Pemerintah KotaTasikmalaya mengadopsi strategi inovatif untuk meningkatkan Pendapatan Asli Daerah (PAD) di tengah keterbatasan anggaran. Salah satu pendekatan baru adalah pembentukan tim Jalan-Jalan Pintar (JJP) untuk menjelajahiìž bahan investasi, bantuan pemerintah, dan dukungan CSR. Wakil Wali Kota Tasikmalaya, Diky Candra menekankan bahwa kondisi fiskal saat ini memaksa pemerintah daerah berinovasi dan tidak lagi mengandalkan metode konvensional.

Sebagai strategi, JJP dirancang untuk mempromosikan potensi Wisata Hutan Bambu tanpa mengandalkan APBD. Diky menjelaskan, tim ini bersifat khusus untuk menawarkan peluang bagi kementerian, pemerintah provinsi, perusahaan, atau pihak lain yang berpotensi berkolaborasi. “JJP bisa menghubungi berbagai pihak yang bisa memberikan dukungan pembangunan,” ujarnya.

Komunikasi aktif juga menjadi kunci untuk memperoleh dukungan dari pemerintah pusat atau Jawa Barat. Diky mencontohkan kemungkinan meminta bantuan penangguhan biaya pembiayaan BPJS Kesehatan yang sebelumnya menjadi tanggung jawab daerah. Penjabat Sekretaris Daerah, Hanafi, menyoroti bahwa keterbatasan anggaran memaksakan prioritas pengembangan layanan publik yang relevan dengan kebutuhan masyarakat.

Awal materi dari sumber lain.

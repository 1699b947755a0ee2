/*
 * Copyright (c) 2026 Apertura contributors.
 * SPDX-License-Identifier: EPL-2.0
 */
package org.apertura.layout.tests.gds;

/** GDSII files assembled by hand for several tests. */
public final class HandBuiltFiles {

    private HandBuiltFiles() {
    }

    /**
     * Cells LEAF, MID, TOP: references with reflection, rotation by 90, 180, 45 and 270 degrees,
     * magnification 2, a 2 x 3 array, a box and a path. The expected flattened coordinates are worked
     * out in HierarchyFlattenTest.
     */
    public static byte[] hierarchy() {
        GdsBytes g = new GdsBytes().libraryStart("H");
        // LEAF: rectangle (0,0) (10,0) (10,5) (0,5) on 1/0
        g.structure("LEAF").boundary(1, 0, 0, 0, 10, 0, 10, 5, 0, 5, 0, 0).endStructure();
        // MID: box (0,0)-(4,2) on 2/0, then LEAF rotated by 90 degrees at (100, 0)
        g.structure("MID");
        g.empty(0x2D).int16(0x0D, 2, 2).int16(0x2E, 2, 0).int32(0x10, 0, 0, 4, 0, 4, 2, 0, 2, 0, 0).empty(0x11);
        g.empty(0x0A).ascii(0x12, "LEAF").int16(0x1A, 1, 0x0000)
                .real8(0x1C, "42 5A 00 00 00 00 00 00")                 // ANGLE 90
                .int32(0x10, 100, 0).empty(0x11);
        g.endStructure();
        g.structure("TOP");
        // 1. MID reflected about x and magnified 2 at (1000, 2000)
        g.empty(0x0A).ascii(0x12, "MID").int16(0x1A, 1, 0x8000)
                .real8(0x1B, "41 20 00 00 00 00 00 00")                 // MAG 2
                .int32(0x10, 1000, 2000).empty(0x11);
        // 2. LEAF array, 2 columns pitch (20, 0), 3 rows pitch (0, 30), rotated by 180 degrees
        g.empty(0x0B).ascii(0x12, "LEAF").int16(0x1A, 1, 0x0000)
                .real8(0x1C, "42 B4 00 00 00 00 00 00")                 // ANGLE 180
                .int16(0x13, 2, 2, 3)                                   // COLROW 2, 3
                .int32(0x10, 0, 0, 40, 0, 0, 90).empty(0x11);
        // 3. LEAF rotated by 45 degrees at the origin (off-grid: rounded and counted)
        g.empty(0x0A).ascii(0x12, "LEAF").int16(0x1A, 1, 0x0000)
                .real8(0x1C, "42 2D 00 00 00 00 00 00")                 // ANGLE 45
                .int32(0x10, 0, 0).empty(0x11);
        // 4. a flush path of width 4 on 3/0 turning left at (10, 0)
        g.empty(0x09).int16(0x0D, 2, 3).int16(0x0E, 2, 0).int32(0x0F, 4).int32(0x10, 0, 0, 10, 0, 10, 10).empty(0x11);
        // 5. LEAF reflected and rotated by 270 degrees at (-50, -50)
        g.empty(0x0A).ascii(0x12, "LEAF").int16(0x1A, 1, 0x8000)
                .real8(0x1C, "43 10 E0 00 00 00 00 00")                 // ANGLE 270 = (0x10E0 / 16^4) * 16^3
                .int32(0x10, -50, -50).empty(0x11);
        return g.endStructure().endLibrary().bytes();
    }
}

Strategi JJP ini diharapkan tidak hanya meningkatkan PAD tetapi juga mendorong sektor pariwisata. Diky berharap, jika dijalankan dengan konsistensi, wisata akan menjadi sumber pendapatan yang berkelanjutan. “Kita harus berani berkolaborasi dan berkomunikasi aktif untuk memicu dukungan luar,” tambahkannya.

Strategi ini mengacu pada prinsip prioritas pembangunan yang sesuai dengan kebutuhan umum. Dengan fokus pada layanan publik yang mendesak, Pemkot Tasikmalaya berusaha memaksimalkan anggaran terbatas. Implementasi JJP diharapkan menjadi solusi kreatif untuk mengatasi krisis fiskal.